Another analogue technology supposedly threatened by the advent of the digital age, the printed word, is celebrated in Steve McCurry’s wonderful photo-essay On Reading. McMurry shoots an impressively international cast of readers, including a bag-seller poring over a newspaper outside his market stall in Kabul, an impossibly serene-looking woman engrossed in a book on a park bench in Chang Mai and schoolkids reading in China, Lebanon, India, Germany and Ethiopia. Particular highlights are images of an Afghan couple sitting reading on the street together, again in Kabul, and a shot entitled simply “Over the Atlantic Ocean” in which a man on a long-haul flight reads while those around him sleep, his face illuminated by the eerie glow of his reading light.

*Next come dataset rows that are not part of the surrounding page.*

/**
 * Reads a table from CSV text or bytes: headers mapped to quantities, units from the headers,
 * values converted and checked, line-numbered issues, nothing dropped.
 *
 * @param input CSV text, or its bytes (decoded as strict UTF-8).
 * @param options Column mapping, units, quantities, delimiter, population, policy.
 * @returns The table; it displays itself in a notebook.
 * @throws {TypeError} For bytes that are not UTF-8, an empty file, a header without a name, two
 * columns of one quantity, a recognised numeric column without a unit, a unit that cannot be
 * converted, malformed quotes; with `onInvalid: "throw"`, for the first invalid cell.
 * @throws {RangeError} With `onInvalid: "throw"`, for the first value outside its valid range.
 *
 * @example
 * ```ts
 * import { readTable } from "@sonorigor/sonorigor";
 * import assert from "node:assert/strict";
 * const t = readTable("patient;height [cm];weight [lb];lvot diameter [mm]\nA;120;44.1;19\nB;130;55.1;\n");
 * assert.equal(t.rowCount, 2);
 * const w = t.columns.get("weight")!;
 * assert.ok(w.kind === "numeric" && Math.abs(w.values[0]! - 20.0034) < 1e-4); // 44.1 lb in kg
 * const d = t.columns.get("lvotDiameter")!;
 * assert.ok(d.kind === "numeric" && d.values[0] === 1.9);
 * // the empty LVOT cell, line 3 (a 120 cm, 20 kg row is also flagged against adult typical ranges)
 * const empty = t.issues.find((i) => i.kind === "notMeasured")!;
 * assert.equal(empty.line, 3);
 * ```
 */
export function readTable(input: string | Uint8Array, options: ReadTableOptions = {}): Table {
  const source = options.source ?? "table";
  let text: string;
  if (typeof input === "string") text = input.replace(/^\uFEFF/, "");
  else if (input instanceof Uint8Array) text = decodeUtf8(input, source).replace(/^\uFEFF/, "");
  else {
    throw new TypeError(`${source}: expected CSV text or bytes, got ${typeof input}`);
  }
  // leading "# …" lines (cautions written by writeTableCsv) are comments, not data
  let skipped = 0;
  while (text.startsWith("#")) {
    const nl = text.indexOf("\n");
    text = nl < 0 ? "" : text.slice(nl + 1);
    skipped++;
  }
  const delimiter = !options.delimiter || options.delimiter === "auto"
    ? detectDelimiter(text)
    : options.delimiter;
  // papaparse's package ships no types: the part of its result used here
  const parsed = Papa.parse(text, { delimiter, skipEmptyLines: false }) as {
    data: string[][];
    errors: { code: string; message: string; row?: number }[];
  };
  const rows = parsed.data;
  const headerRow = rows[0];
  if (headerRow === undefined || headerRow.every((h) => h.trim() === "")) {
    throw new TypeError(`${source}: expected a header line, got an empty file`);
  }
  const issues: ValidationIssue[] = [];
  const fail = (message: string): never => {
    throw new TypeError(`${source}: ${message}`);
  };
  // line where each parsed record starts
  const lineOf: number[] = [];
  let line = 1 + skipped;
  for (const fields of rows) {
    lineOf.push(line);
    line += 1 + countNewlines(fields);
  }
  const quoteError = parsed.errors.find((e) =>
    e.code === "MissingQuotes" || e.code === "InvalidQuotes"
  );
  if (quoteError) {
    fail(
      `line ${lineOf[quoteError.row ?? 0] ?? "?"}: expected every quoted field to be closed, got ${
        quoteError.code === "MissingQuotes"
          ? "an unclosed quote"
          : "a quote inside an unquoted field"
      } (${quoteError.message})`,
    );
  }
  const quantities = [...(options.quantities ?? QUANTITIES.values())];
  const explicit = options.columns ?? {};
  const headers = headerRow.map((h) => h.trim());
  if (headers.length === 1 && delimiter === "," && /[;\t]/.test(headers[0]!)) {
    fail(`expected columns separated by ',', ';' or tabs, got one column '${headers[0]}'`);
  }
  const plans: Plan[] = headers.map((header, index) => {
    if (header === "") fail(`line 1: expected a name for column ${index + 1}, got an empty header`);
    const split = splitHeader(header);
    const mapped = explicit[header] ?? explicit[split.name];
    let quantity: Quantity | null = null;
    let unit = split.unit ?? options.units?.[header] ?? options.units?.[split.name];
    if (mapped === "text") quantity = null;
    else if (mapped !== undefined) {
      quantity = typeof mapped === "string"
        ? QUANTITIES.get(mapped) ?? quantities.find((q) => q.id === mapped) ?? null
        : mapped;
      if (quantity === null) {
        fail(`column '${header}' is mapped to an unknown quantity '${mapped}'`);
      }
    } else {
      let matches = quantities.filter((q) => headerMatches(q, split.name));
      if (matches.length === 0 && unit === undefined) {
        // a unit written as the header's last word: "lvotDiameterMm", "lvef_percent"
        const words = normalizeHeader(split.name).split(" ");
        const word = UNIT_WORDS[words.at(-1) ?? ""];
        if (word !== undefined && words.length > 1) {
          const stem = words.slice(0, -1).join(" ");
          matches = quantities.filter((q) => headerMatches(q, stem));
          if (matches.length > 0) unit = word;
        }
      }
      if (matches.length > 1) {
        fail(
          `column '${header}' could mean ${
            matches.map((q) => q.label).join(" or ")
          }; map it with the option columns`,
        );
      }
      quantity = matches[0] ?? null;
    }
    if (quantity === null) {
      return {
        index,
        header,
        name: split.name,
        quantity: null,
        sourceUnit: "",
        factor: 1,
        divisor: 0,
      };
    }
    if (unit === undefined) {
      if (quantity.unit === "1" || quantity.unit === "%") unit = quantity.unit;
      else {
        fail(
          `column '${header}' (${quantity.label}) has no unit: expected it in the header, e.g. '${split.name} [${quantity.unit}]', got '${header}'`,
        );
      }
    }
    if (unit !== quantity.unit && typeof readAmount(`1 ${unit}`, quantity.unit) !== "number") {
      unit = UNIT_WORDS[unit!.toLowerCase()] ?? unit; // "y", "mps", "pct"
    }
    const factor = unit === quantity.unit ? 1 : readAmount(`1 ${unit}`, quantity.unit);
    if (typeof factor !== "number") {
      return fail(
        `column '${header}' (${quantity.label}): expected a unit convertible to ${
          formatUnit(quantity.unit) || "a number"
        }, got '${unit}'`,
      );
    }
    const inverse = Math.round(1 / factor);
    const divisor = factor < 1 && Math.abs(1 / factor - inverse) < 1e-9 * inverse ? inverse : 0;
    return { index, header, name: quantity.id, quantity, sourceUnit: unit!, factor, divisor };
  });
  const seen = new Map<string, string>();
  for (const p of plans) {
    const before = seen.get(p.name);
    if (before !== undefined) {
      fail(
        p.quantity
          ? `columns '${before}' and '${p.header}' both hold ${p.quantity.label}; expected one (map one of them as text)`
          : `expected unique column names, got '${p.name}' twice`,
      );
    }
    seen.set(p.name, p.header);
  }

  // data rows: blank lines are recorded and skipped, every other line is a row
  const width = headers.length;
  const dataRows: number[] = [];
  const blankLines: number[] = [];
  for (let r = 1; r < rows.length; r++) {
    const fields = rows[r]!;
    if (fields.length === 1 && fields[0]!.trim() === "") {
      // a final empty record after the last line break is not a line of data
      if (r !== rows.length - 1) blankLines.push(lineOf[r]!);
      continue;
    }
    dataRows.push(r);
  }
  const n = dataRows.length;
  const lines = Int32Array.from(dataRows.map((r) => lineOf[r]!));
  const population = options.population ?? "adult";
  const columns = new Map<string, Column>();
  const values = plans.map((p) => (p.quantity ? new Float64Array(n) : new Array<string>(n)));
  for (let i = 0; i < n; i++) {
    const fields = rows[dataRows[i]!]!;
    const at = lines[i]!;
    if (fields.length !== width) {
      issues.push({
        kind: "format",
        severity: "error",
        where: source,
        field: "",
        received: `${fields.length} fields`,
        expected: `${width} fields as in the header (the row is kept; missing cells are empty)`,
        row: i,
        line: at,
      });
    }
    for (let c = 0; c < plans.length; c++) {
      const p = plans[c]!;
      const cell = fields[p.index] ?? "";
      if (p.quantity === null) {
        // a cell the writer neutralised against spreadsheet formulas reads back as written
        (values[c] as string[])[i] = /^'[=+\-@\t\r]/.test(cell) ? cell.slice(1) : cell;
        continue;
      }
      const col = values[c] as Float64Array;
      const q = p.quantity;
      if (cell.trim() === "") {
        col[i] = NaN;
        issues.push({
          kind: "notMeasured",
          severity: "warning",
          where: source,
          field: p.header,
          label: q.label,
          received: "an empty cell",
          expected: "a value",
          row: i,
          line: at,
        });
        continue;
      }
      let v: number;
      if (DECIMAL.test(cell)) {
        const x = Number(cell);
        v = p.divisor ? x / p.divisor : x * p.factor;
      } else {
        const read = readAmount(cell, q.unit);
        v = typeof read === "number" ? read : NaN;
        if (typeof read !== "number") {
          col[i] = NaN;
          issues.push({
            kind: "type",
            severity: "error",
            where: source,
            field: p.header,
            label: q.label,
            received: JSON.stringify(cell),
            range: q.valid,
            expected: `as a number in ${
              p.sourceUnit === q.unit
                ? formatRange(q.valid, q.unit)
                : `${formatUnit(p.sourceUnit)} (valid: ${formatRange(q.valid, q.unit)})`
            }`,
            row: i,
            line: at,
          });
          continue;
        }
      }
      const checked = checkValue(p.header, quantityField(q), v, {
        where: source,
        population,
        row: i,
        line: at,
      });
      col[i] = checked.value ?? NaN;
      for (const issue of checked.issues) {
        issues.push(
          p.factor === 1 && p.divisor === 0 ? issue : {
            ...issue,
            received: `${JSON.stringify(`${cell.trim()} ${formatUnit(p.sourceUnit)}`)} (${
              withUnit(String(v), q.unit)
            })`,
          },
        );
      }
    }
  }
  plans.forEach((p, c) => {
    const column: Column = p.quantity
      ? {
        kind: "numeric",
        name: p.name,
        header: p.header,
        quantity: p.quantity,
        sourceUnit: p.sourceUnit,
        role: "value",
        computed: false,
        values: values[c] as Float64Array,
      } satisfies NumericColumn
      : {
        kind: "text",
        name: p.name,
        header: p.header,
        values: values[c] as string[],
      } satisfies TextColumn;
    columns.set(p.name, column);
  });
  const table = makeTable({
    source,
    rowCount: n,
    lines,
    columns,
    issues,
    blankLines,
    cautions: [],
  });
  if (options.onInvalid === "throw") throwIfErrors(issues);
  return table;
}
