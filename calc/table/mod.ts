/**
 * The one table pipeline: read a CSV into columns keyed by quantity (line-numbered issues,
 * nothing dropped), evaluate any calculation or chain on every row (exactly, or with uncertainty
 * by the GUM law or Monte Carlo), write it back as CSV.
 *
 * @module
 */
export type { Column, NumericColumn, Table, TextColumn, UncertaintyModel } from "./types.ts";
export { decodeUtf8, detectDelimiter, readTable, type ReadTableOptions } from "./read.ts";
export {
  evaluateTable,
  type EvaluateTableOptions,
  propagateRow,
  rowIssues,
  rowLabels,
  selectColumns,
  selectRows,
  type TableRow,
  tableRow,
} from "./evaluate.ts";
export { csvTextCell, writeTableCsv, type WriteTableOptions } from "./write.ts";
export { adultSeverityBySex, gradeTable, type SeverityChoice } from "./grade.ts";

More than anything else – even his very considerable gift for composition – it’s McMury’s intimate understanding of the transformative properties of light that makes his photographs so remarkable, and the same could be said of Sally Mann, whose book, Remembered Light: CY Twombly In Lexington, is an attempt to capture the essence of the studio the artist occupied next-door to her own in Virginia, up until his death in 2011. Over the course of several years, Mann made a whole series of images showing not just works in progress but also paint-spattered walls, kitschy ornaments, letters sitting on side tables and the general bric-a-brac of creative life – all of it lit by the diffuse, dreamlike light of the strong southern sun filtered through partially closed Venetian blinds. In the Q&A that opens the book, Mann says this project isn’t an attempt to memorialise Twombly but to give “a sense… of his continuum”, and you can see what she means. He isn’t actually present in any of the pictures, but that doesn’t mean you can’t feel his presence, lingering just out of shot.

Of the books by Scottish photographers covered in these pages earlier in the year, three stood out: Disappearing Glasgow, Chris Leslie’s deeply affecting record of the demolition of the city’s great modernist tower blocks; Summer In South Georgia by Jamie Grant, a stunning journey around the island made famous by Shackleton’s Endurance expedition; and The Writer’s Eye by William Dalrymple, in which the award-winning writer and historian proved himself to be almost as talented with a camera as he is with a pen.

And finally: as a long-standing subscriber to National Geographic I’ve often been impressed by Robert Clark’s frequently featured nature photography. Even for existing fans, however, Evolution: A Visual Record is a truly mind-blowing book – the evidence of evolutionary processes as illustrated by 200 hyper-detailed photographs of birds, insects, plants, fossils and mammals. It’s a terrible cliché, but these images really will make you look at the world with fresh eyes.